To avoid negative Medicare payment adjustments under MIPS, non-exempt clinicians need to choose one of the following reporting options for 2017:
· Full-year reporting: If you report all of the required measures for a minimum of a continuous 90-day period, you may be eligible for a positive payment adjustment, depending on your performance results.
· Partial-year reporting: If you submit performance data on one quality measure, more than one improvement activity or more than the required measures in the advancing care information category for a minimum of a continuous 90-day period, you may have a neutral adjustment or earn a positive payment adjustment—depending on your results.
· Minimum reporting: If you report a minimum amount of data for 2017 (e.g., one quality measure, one activity in the improvement activities category), you can avoid a negative payment adjustment, but you will not be eligible for a performance bonus.
In addition, if you will be reporting this year, you need to decide if you will be reporting as an individual or as a group. For more information, visit the Quality Payment Program website.

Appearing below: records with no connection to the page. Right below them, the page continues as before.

def fit_philip(
    front,
    *,
    seed=None,
    delta_theta=None,
    model_error=0.0,
    n_walkers=32,
    max_steps=20000,
    progress=False,
) -> InfiltrationFit:
    """Fit Philip's two-term ``S`` and ``A`` to wetting-front depths over time with emcee.

    Front depth ``L = (S t^(1/2) + A t) / delta_theta``.

    Parameters
    ----------
    front : xarray.Dataset
        As for :func:`fit_green_ampt`.
    seed, delta_theta, model_error, n_walkers, max_steps, progress
        As for :func:`fit_green_ampt`.

    Returns
    -------
    InfiltrationFit
        ``.samples`` holds ``sorptivity`` (cm h^-1/2), ``transmissivity`` (cm/h)
        and ``delta_theta``.

    Examples
    --------
    >>> import numpy as np, xarray as xr
    >>> import soilwave as sw
    >>> t = np.array([1.0, 2.0, 4.0, 8.0])
    >>> L = sw.philip_infiltration(t, sorptivity=3.0, transmissivity=0.5) / 0.3 / 100
    >>> front = xr.Dataset({"front_depth_samples": (("sample", "time"),
    ...     L + 0.005 * np.random.default_rng(0).standard_normal((300, 4)))},
    ...     coords={"time": t})
    >>> fit = sw.fit_philip(front, seed=2, delta_theta=0.3)
    >>> 2.0 < float(fit.samples["sorptivity"].median()) < 4.0
    True
    """
    return _fit(
        front,
        "philip",
        seed=seed,
        delta_theta=delta_theta,
        model_error=model_error,
        n_walkers=n_walkers,
        max_steps=max_steps,
        progress=progress,
    )
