def track_front(
    surveys,
    *,
    seed=None,
    model=None,
    applied_water_mm=None,
    priors=None,
    wetter_above=True,
    keep_samples=True,
    n_samples=2000,
    n_walkers=None,
    max_steps=40000,
    tau_factor=50.0,
    progress=False,
) -> xr.Dataset:
    """Wetting-front depth, water content and storage change through repeat surveys.

    Parameters
    ----------
    surveys : mapping or xarray.Dataset
        Elapsed hours since wetting began -> pick table (surveys at ``time <= 0``
        count as pre-wetting), or a survey set from :func:`soilwave.read_survey_set`
        / :func:`soilwave.survey_set_from_picks` (its ``pre_wetting`` flags are used).
    seed : int, optional
        Seed of every random number (sampler and petrophysical draws).
    model : soilwave.petro.PetroModel, optional
        Permittivity to water content relation; default :class:`soilwave.Topp`.
    applied_water_mm : float or mapping, optional
        Water applied (irrigation or rain), mm: one total for every survey after
        wetting, or cumulative amounts per elapsed time. Default: the survey
        set's ``applied_water`` (if any).
    priors : soilwave.priors.Priors, optional
        Prior settings (see the module documentation).
    wetter_above : bool
        Require ``eps_wet >= eps_below`` (default True).
    keep_samples : bool
        Keep posterior draws as ``*_samples`` variables along ``sample``.
    n_samples : int
        Largest number of draws kept (evenly thinned).
    n_walkers : int, optional
        emcee walkers; default ``2 * ndim + 2`` rounded up to at least 32.
    max_steps : int
        Step cap of the sampler.
    tau_factor : float
        Stop once the chain is this many autocorrelation times long (default 50).
    progress : bool
        Show a progress bar.

    Returns
    -------
    xarray.Dataset
        See the module documentation.

    Raises
    ------
    InputError
        Missing front reflections after wetting, interfaces other than the
        front, reflection picks in a pre-wetting survey, bad ``applied_water_mm``.

    Examples
    --------
    See the module docstring.
    """
    from soilwave.petro import Topp

    model = Topp() if model is None else model
    priors = Priors() if priors is None else priors
    ss, times, pre, tables = _prepare(surveys)
    water = _applied_water(applied_water_mm, ss, times, pre)
    post = _FrontPosterior(tables, pre, priors, wetter_above=wetter_above)
    z0 = post.start(tables)
    span = np.full(z0.size, 20.0)
    fit = least_squares(
        post.residuals, z0, x_scale="jac", method="trf", bounds=(z0 - span, z0 + span)
    )
    z = fit.x
    jac = fit.jac
    try:
        cov = np.linalg.pinv(jac.T @ jac + np.eye(z.size) * 1e-6)
        scale = np.sqrt(np.clip(np.diag(cov), 1e-10, 1.0))
    except np.linalg.LinAlgError:  # pragma: no cover - defensive
        scale = np.full(z.size, 1e-2)
    x0 = z
    if post.free_noise:
        rms = float(np.sqrt(np.mean(fit.fun[: post.n_obs] ** 2))) if post.n_obs else 1.0
        x0 = np.concatenate([z, [math.log(max(rms, 1e-2))]])
        scale = np.concatenate([scale, [0.5 / math.sqrt(max(post.n_obs, 1))]])
    ss_seed = np.random.SeedSequence(seed)
    seed_sampler, seed_petro = (int(c.generate_state(1)[0]) for c in ss_seed.spawn(2))
    run = run_emcee(
        post,
        x0,
        np.diag((0.3 * scale) ** 2),
        names=post.names,
        seed=seed_sampler,
        n_walkers=32 if n_walkers is None else n_walkers,
        max_steps=max_steps,
        tau_factor=tau_factor,
        progress=progress,
    )
    samples, diag = run.samples, run.diagnostics
    if samples.shape[0] > n_samples:
        keep = np.round(np.linspace(0, samples.shape[0] - 1, int(n_samples))).astype(int)
        samples = samples[keep]
    eps_dry, eps_wet, depth, t0, _s = post.physical(samples)
    n = samples.shape[0]
    rng = np.random.default_rng(seed_petro)
    theta = model.water_content_draws(np.concatenate([eps_wet, eps_dry[:, None]], axis=1), rng=rng)
    th_wet, th_dry = theta[:, :-1], theta[:, -1]
    n_t = times.size
    wet = post.wet_index
    full = {}
    full["front_depth"] = np.zeros((n, n_t))
    full["front_depth"][:, wet] = depth
    for name in ("water_content_wet", "delta_theta", "permittivity_wet"):
        full[name] = np.full((n, n_t), np.nan)
    full["water_content_wet"][:, wet] = th_wet
    full["delta_theta"][:, wet] = th_wet - th_dry[:, None]
    full["permittivity_wet"][:, wet] = eps_wet
    full["storage_change"] = np.zeros((n, n_t))
    full["storage_change"][:, wet] = (th_wet - th_dry[:, None]) * depth * 1000.0
    full["time_zero"] = t0

    meta = {
        "front_depth": ("m", "wetting-front depth below the surface", None),
        "water_content_wet": ("1", "volumetric water content above the front", True),
        "delta_theta": ("1", "water-content jump across the front", None),
        "permittivity_wet": ("1", "relative permittivity above the front", None),
        "storage_change": ("mm", "storage change since the initial state", None),
        "time_zero": ("ns", "time zero of the survey", None),
        "water_content_below": ("1", "initial volumetric water content (below the front)", True),
        "permittivity_below": ("1", "relative permittivity below the front (initial)", None),
    }

    def attrs_of(name):
        units, long_name, is_theta = meta[name]
        a = {"units": units, "long_name": long_name}
        if is_theta:
            a["standard_name"] = WATER_CONTENT_STANDARD_NAME
        return a

    data = {}
    for name, d in full.items():
        qs = np.full((len(QUANTILES), n_t), np.nan)
        cols = np.all(np.isfinite(d), axis=0)
        if cols.any():
            qs[:, cols] = _q(d[:, cols])
        data[name] = (("time", "quantile"), qs.T, attrs_of(name))
    data["water_content_below"] = ("quantile", _q(th_dry), attrs_of("water_content_below"))
    data["permittivity_below"] = ("quantile", _q(eps_dry), attrs_of("permittivity_below"))
    if water is not None:
        data["applied_water"] = (
            "time",
            water,
            {"units": "mm", "long_name": "cumulative applied water (irrigation or rain)"},
        )
        with np.errstate(divide="ignore", invalid="ignore"):
            frac = full["storage_change"] / water[None, :]
        frac[:, ~(water > 0)] = np.nan
        deficit = water[None, :] - full["storage_change"]
        for name, d, units, ln in (
            ("storage_recovery", frac, "1", "storage change / applied water"),
            ("storage_deficit", deficit, "mm", "applied water minus storage change"),
        ):
            qs = np.full((len(QUANTILES), n_t), np.nan)
            cols = np.all(np.isfinite(d), axis=0)
            if cols.any():
                qs[:, cols] = _q(d[:, cols])
            data[name] = (("time", "quantile"), qs.T, {"units": units, "long_name": ln})
            if keep_samples:
                full[name] = d
    if keep_samples:
        for name, d in full.items():
            a = dict(data[name][2])
            a["long_name"] = a["long_name"] + " (posterior draws)"
            data[f"{name}_samples"] = (("sample", "time"), d, a)
        data["water_content_below_samples"] = (
            "sample",
            th_dry,
            {**attrs_of("water_content_below"), "long_name": "initial water content (draws)"},
        )
        data["permittivity_below_samples"] = ("sample", eps_dry, attrs_of("permittivity_below"))
    coords = {
        "time": ("time", times, dict(ss["time"].attrs)),
        "quantile": ("quantile", np.asarray(QUANTILES), {"long_name": "posterior quantile"}),
        "timestamp": ("time", ss["timestamp"].values, dict(ss["timestamp"].attrs)),
        "pre_wetting": ("time", pre, dict(ss["pre_wetting"].attrs)),
    }
    if keep_samples:
        coords["sample"] = ("sample", np.arange(n))
    attrs = {
        "title": "soilwave wetting-front tracking",
        "Conventions": "CF-1.8",
        "model": "step front: wet layer over the initial soil, shared permittivity below",
        "reference_time": str(ss.attrs.get("reference_time", "")),
        "petrophysical_model": repr(model),
        "priors": priors.describe()
        + ("; eps_wet >= eps_below" if wetter_above else "")
        + "; front depth = thickness prior",
        "caution": "moisture estimates need site calibration before decisions rest on them",
        "history": ss.attrs.get("history", ""),
    }
    for key in ("converged", "acceptance", "n_steps", "n_walkers", "burn_in", "thin", "reason"):
        v = diag[key]
        attrs[f"sampler_{key}"] = int(v) if isinstance(v, bool | np.bool_) else v
    attrs["sampler_tau_max"] = float(np.nanmax(diag["tau"]))
    attrs["sampler_ess_min"] = float(np.nanmin(diag["ess"]))
    attrs["sampler_rhat_max"] = float(np.nanmax(diag["rhat"]))
    attrs["sampler_wall_time_s"] = diag["wall_time_s"]
    attrs = append_history(attrs, "track_front", seed=seed, model=repr(model))
    return xr.Dataset(data, coords=coords, attrs=attrs)


# --- export ------------------------------------------------------------------------------------


def write_timelapse(dataset: xr.Dataset, path, *, overwrite: bool = False) -> Path:
    """Write a time-lapse dataset to NetCDF (h5netcdf engine), atomically.

    Parameters
    ----------
    dataset : xarray.Dataset
        For example from :func:`track_front` or :func:`soilwave.groundwave_water_content`.
    path : str or path-like
        Output file (``.nc``).
    overwrite : bool, default False
        Replace an existing file; otherwise :class:`~soilwave.errors.OutputExistsError`.

    Returns
    -------
    pathlib.Path
        The written file.

    Examples
    --------
    >>> import pathlib, tempfile, xarray as xr
    >>> f = pathlib.Path(tempfile.mkdtemp()) / "front.nc"
    >>> write_timelapse(xr.Dataset({"a": ("time", [1.0])}), f).name
    'front.nc'
    """
    if not isinstance(dataset, xr.Dataset):
        msg = f"expected an xarray.Dataset to write; got {type(dataset).__name__}"
        raise InputError(msg)
    path = Path(path)
    if path.exists() and not overwrite:
        msg = f"{path}: output exists; pass overwrite=True to replace it"
        raise OutputExistsError(msg)
    directory = path.parent if str(path.parent) else Path(".")
    ds = dataset.copy()
    for name, var in ds.variables.items():
        if var.dtype == bool:
            ds[name] = var.astype(np.int8)
            ds[name].attrs["flag_values"] = np.array([0, 1], np.int8)
            ds[name].attrs["flag_meanings"] = "false true"
    for key, value in list(ds.attrs.items()):
        if isinstance(value, bool | np.bool_):
            ds.attrs[key] = int(value)
    ds.attrs = append_history(ds.attrs, "write_timelapse", path=path.name)
    fd, tmp = tempfile.mkstemp(prefix=f".{path.name}.", suffix=".tmp", dir=directory)
    os.close(fd)
    try:
        ds.to_netcdf(tmp, engine="h5netcdf")
        os.replace(tmp, path)
    except BaseException:
        if os.path.exists(tmp):
            os.unlink(tmp)
        raise
    return path
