def _line_arrivals(data, t, dt, a, period, method, min_snr, min_sep):
    """Air and ground picks on every trace of a fixed-offset profile (numpy).

    Returns None when no air wave is found, else a dict of per-trace arrays:
    ``t_air``, ``t_ground`` (ns, as recorded), ``a_air``, ``a_ground``
    (envelope), ``noise``, ``ok`` and ``reason`` (skip reason, '' if kept).
    """
    m = data.shape[0]
    env = np.abs(signal.hilbert(data, axis=-1))
    t_direct = a / SPEED_OF_LIGHT
    # 1. air wave: onsets, line-consistent misfits, majority polarity; the
    # line's overall amplitude level (1.4826 MAD of all samples, dominated by
    # noise where arrivals are short) stabilises the characteristic function
    # so that noise at the start of a record does not look like an onset
    level = 1.4826 * float(np.median(np.abs(data - np.median(data))))
    times, signs = _onset_picks(data, t, dt, period, method, np.zeros(m), level)
    res = times - t_direct
    fin = np.isfinite(res)
    need = max(3, m // 4)
    if fin.sum() < need:
        return None
    centre = _densest(res[fin], 0.25 * period)
    inl = fin & (np.abs(res - centre) < 0.25 * period)
    if inl.sum() < need:
        return None
    trend = _running_nanmedian(np.where(inl, res, np.nan), 5)
    trend = np.where(np.isfinite(trend), trend, float(np.median(res[inl])))
    inl = fin & (np.abs(res - trend) < 0.25 * period)
    sign = _majority_sign(signs[inl])
    t_air = _follow_line(data, t, dt, period, t_direct + trend, sign)
    noise = _trace_noise(data, t, t_air, period)
    a_air = _envelope_at(env, t, dt, t_air)
    reason = np.full(m, "", dtype=object)
    air_ok = np.isfinite(t_air) & (a_air >= min_snr * noise)
    # the air wave must also stand out of the line's overall amplitude level
    if air_ok.sum() < need or np.median(a_air[air_ok]) < min_snr * level:
        return None
    reason[~air_ok] = "no_air"
    # 2. overlap: air window unlike the line's median air wavelet
    misfit, allowed = _air_template_misfit(data, t, t_air, period, noise, air_ok)
    overlap_air = air_ok & (misfit > allowed)
    reason[overlap_air] = "overlap_air"
    # 3. ground wave after the air wave's main lobe plus 0.75 period
    ref = np.where(np.isfinite(t_air), t_air, t_direct + trend)
    start = np.ceil((ref + 0.75 * period - t[0]) / dt)
    tg, sg = _onset_picks(data, t, dt, period, method, start, noise)
    strong = np.isfinite(tg) & (_envelope_at(env, t, dt, tg) >= min_snr * noise)
    g_sign = _majority_sign(sg[strong & (reason == "")]) if np.any(strong) else 1
    tg, _ = _onset_picks(data, t, dt, period, method, start, noise, sign=g_sign)
    a_ground = _envelope_at(env, t, dt, tg)
    detect = np.maximum(min_snr, _false_alarm_level((t[-1] - start * dt - t[0]) / period))
    no_ground = (reason == "") & ~(np.isfinite(tg) & (a_ground >= detect * noise))
    reason[no_ground] = "no_ground"
    close = (reason == "") & (tg - t_air < min_sep * period)
    reason[close] = "overlap"
    ok = reason == ""
    return {
        "t_air": t_air,
        "t_ground": tg,
        "a_air": a_air,
        "a_ground": a_ground,
        "noise": noise,
        "ok": ok,
        "reason": reason.astype(str),
    }
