def reflection_log_amplitude(
    offset, thickness, permittivity, conductivity, *, interface, frequency_mhz, low_loss=False
) -> np.ndarray:
    """Log amplitude of the reflection from one interface, without gain.

    See the module docstring for the model (1/L spreading, TE Fresnel
    coefficients at the ray angles, attenuation along the path).

    Parameters
    ----------
    offset : array_like
        Antenna separation, m, shape ``(n,)``; ``>= 0``.
    thickness : array_like
        Layer thicknesses, m, shape ``(..., n_interfaces)``.
    permittivity : array_like
        Relative permittivity, shape ``(..., n_layers)``, ``n_layers > interface``
        (the layer below the reflector sets the reflection coefficient).
    conductivity : array_like
        Conductivity, mS/m, shape ``(..., n_layers)``; layers ``1..interface`` are used.
    interface : int
        Reflecting interface, 1-based (1 = bottom of layer 1).
    frequency_mhz : float
        Antenna centre frequency, MHz.
    low_loss : bool, optional
        Use the low-loss attenuation limit instead of the exact expression.

    Returns
    -------
    numpy.ndarray
        ``log|A|``, shape ``(..., n)``; NaN for an unphysical model.

    Examples
    --------
    Lossless layer of permittivity 9, 1 m thick, over permittivity 25, at zero
    offset: ``|R| = 0.25`` and a two-way path of 2 m.

    >>> a = reflection_log_amplitude([0.0], [1.0], [9.0, 25.0], [0.0, 0.0],
    ...                              interface=1, frequency_mhz=200.0)
    >>> round(float(np.exp(a[0])), 6)
    0.125
    """
    x = _as_offset(offset)
    if np.any(~np.isfinite(x) | (x < 0)):
        msg = f"offset must be finite and >= 0 m; got {x[~(np.isfinite(x) & (x >= 0))][:3]}"
        raise InputError(msg)
    f = _check_frequency(frequency_mhz)
    h = _layer_array(thickness, "thickness")
    eps = _layer_array(permittivity, "permittivity")
    sig = _layer_array(conductivity, "conductivity")
    if isinstance(interface, bool) or not isinstance(interface, int | np.integer):
        msg = f"interface must be an integer (1 = bottom of layer 1); got {interface!r}"
        raise InputError(msg)
    k = int(interface)
    if k < 1 or k > h.shape[-1]:
        msg = f"interface={k} is outside 1..{h.shape[-1]} (interfaces on thickness's last axis)"
        raise InputError(msg)
    _need_layers(eps, "permittivity", k + 1, f"a reflection from interface {k}")
    _need_layers(sig, "conductivity", k, f"a reflection from interface {k}")
    batch = _broadcast_batch(
        h.shape[:-1],
        eps.shape[:-1],
        sig.shape[:-1],
        names=("thickness", "permittivity", "conductivity"),
    )
    return _reflection_batch(x, h, eps, sig, k, f, low_loss, batch)


def _reflection_batch(x, h, eps, sig, k, f, low_loss, batch, p=None):
    m = int(np.prod(batch, dtype=int))
    if p is not None:
        p = np.broadcast_to(p, (*batch, x.size)).reshape(m, x.size)
    ok_h, hb = _safe(np.broadcast_to(h[..., :k], (*batch, k)).reshape(m, k), 0.0)
    ok_e, eb = _safe(np.broadcast_to(eps[..., : k + 1], (*batch, k + 1)).reshape(m, k + 1), 1.0)
    ok_s, sb = _safe(np.broadcast_to(sig[..., :k], (*batch, k)).reshape(m, k), 0.0)
    out = _reflection_terms(x, hb, eb, sb, k, f, low_loss, p)
    out = np.where((ok_h & ok_e & ok_s)[:, None], out, np.nan)
    return out.reshape(*batch, x.size)
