#!/usr/bin/python3
"""Reference values for assay's retrieval data readers and metrics, computed with NumPy,
SciPy and scikit-learn.

Run with Debian's interpreter (/usr/bin/python3; packages python3-numpy, python3-scipy,
python3-sklearn). Writes
  src/test/resources/retrieval/*.npy, *.csv, *.json, *.jsonl   (small input fixtures)
  src/test/resources/reference/retrieval.json                   (inputs and expected values)
The Java tests (org.assay.data.retrieval, org.assay.metrics.retrieval) read them offline.

Definitions used here (the same as RetrievalMetrics; stated independently of the Java code):

Ranks. Scores are ranked in descending order; rank 1 is the best.
  OPTIMISTIC  - every tie group is ordered with its relevant candidates first (a real order,
                built below with numpy.lexsort); a relevant candidate's rank is its position.
  PESSIMISTIC - the same with the relevant candidates last in each tie group (the default).
  AVERAGE     - scipy.stats.rankdata(-scores, method='average'): each member of a tie group
                gets the mean of the group's positions.
Sentinel. The smallest value of the whole matrix is a sentinel when some query's list (in the
  direction being ranked) holds it at least twice. In a query whose list holds it m >= 2 times, the scored depth is
  candidates - m and a relevant candidate scored with the sentinel has rank +infinity ("not
  retrieved within the depth", written as null in the JSON). The data's depth is the minimum
  scored depth over queries. A metric with k > depth is "not computable" (null expected).
Metrics, per query with R relevant candidates of sorted ranks r_1 <= ... <= r_R, averaged over
queries (mean_rank/median_rank: mean/median over queries of r_1):
  recall_at_k          1 if r_1 <= k else 0
  relevant_recall_at_k #{r_i <= k} / R
  r_precision          #{r_i <= R} / R   (not computable when some query has R > scored depth)
  mrr                  1 / r_1           (not computable when some r_1 is infinite)
  mrr with k           1 / r_1 if r_1 <= k else 0
  mean_rank            r_1               (not computable when some r_1 is infinite)
  median_rank          numpy.median of r_1 over queries: the mean of the two middle values
                       for an even count
  ndcg_at_k            sum_{r_i <= k} 1/log2(r_i + 1) / sum_{j=1}^{min(R,k)} 1/log2(j + 1)
  map_at_k             (1 / min(R, k)) * sum_{r_i <= k} i / r_i
  rsum                 100 * (R@1 + R@5 + R@10 of rows-as-queries + the same of columns)
Weights: an integer weight w on query q means q repeated w times; the weighted expected values
are computed by repeating the per-query values (numpy.repeat) before averaging.
scikit-learn checks: on tie-free scores, ndcg_score(y_true, y_score, k=k) and the mean of
average_precision_score per query equal ndcg_at_k and map_at_k (k = candidates) under every tie
policy; on tied scores, ndcg_score (which averages gains within tie groups) lies per query
between the PESSIMISTIC and OPTIMISTIC ndcg_at_k.
"""
import json
import os
import sys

Refine documentation management process
Whether or not your practice is choosing to report this year, you still need to get your data in order so you will be prepared to meet future compliance requirements. If you don’t already have a proactive documentation management process in place, you should consider establishing one now.
Having accurate performance data is key to meeting the reporting requirements for MACRA. The quality of your electronic health records (EHR) and practice management (PM) systems as well as the knowledge of your staff in using those systems will affect your ability to report performance data accurately and timely.
If your systems are not working for your practice in the way that you had envisioned, assess whether it is a system problem or a training problem. Most physician practices are underutilizing their EHR system and therefore not maximizing the value of their technology investment.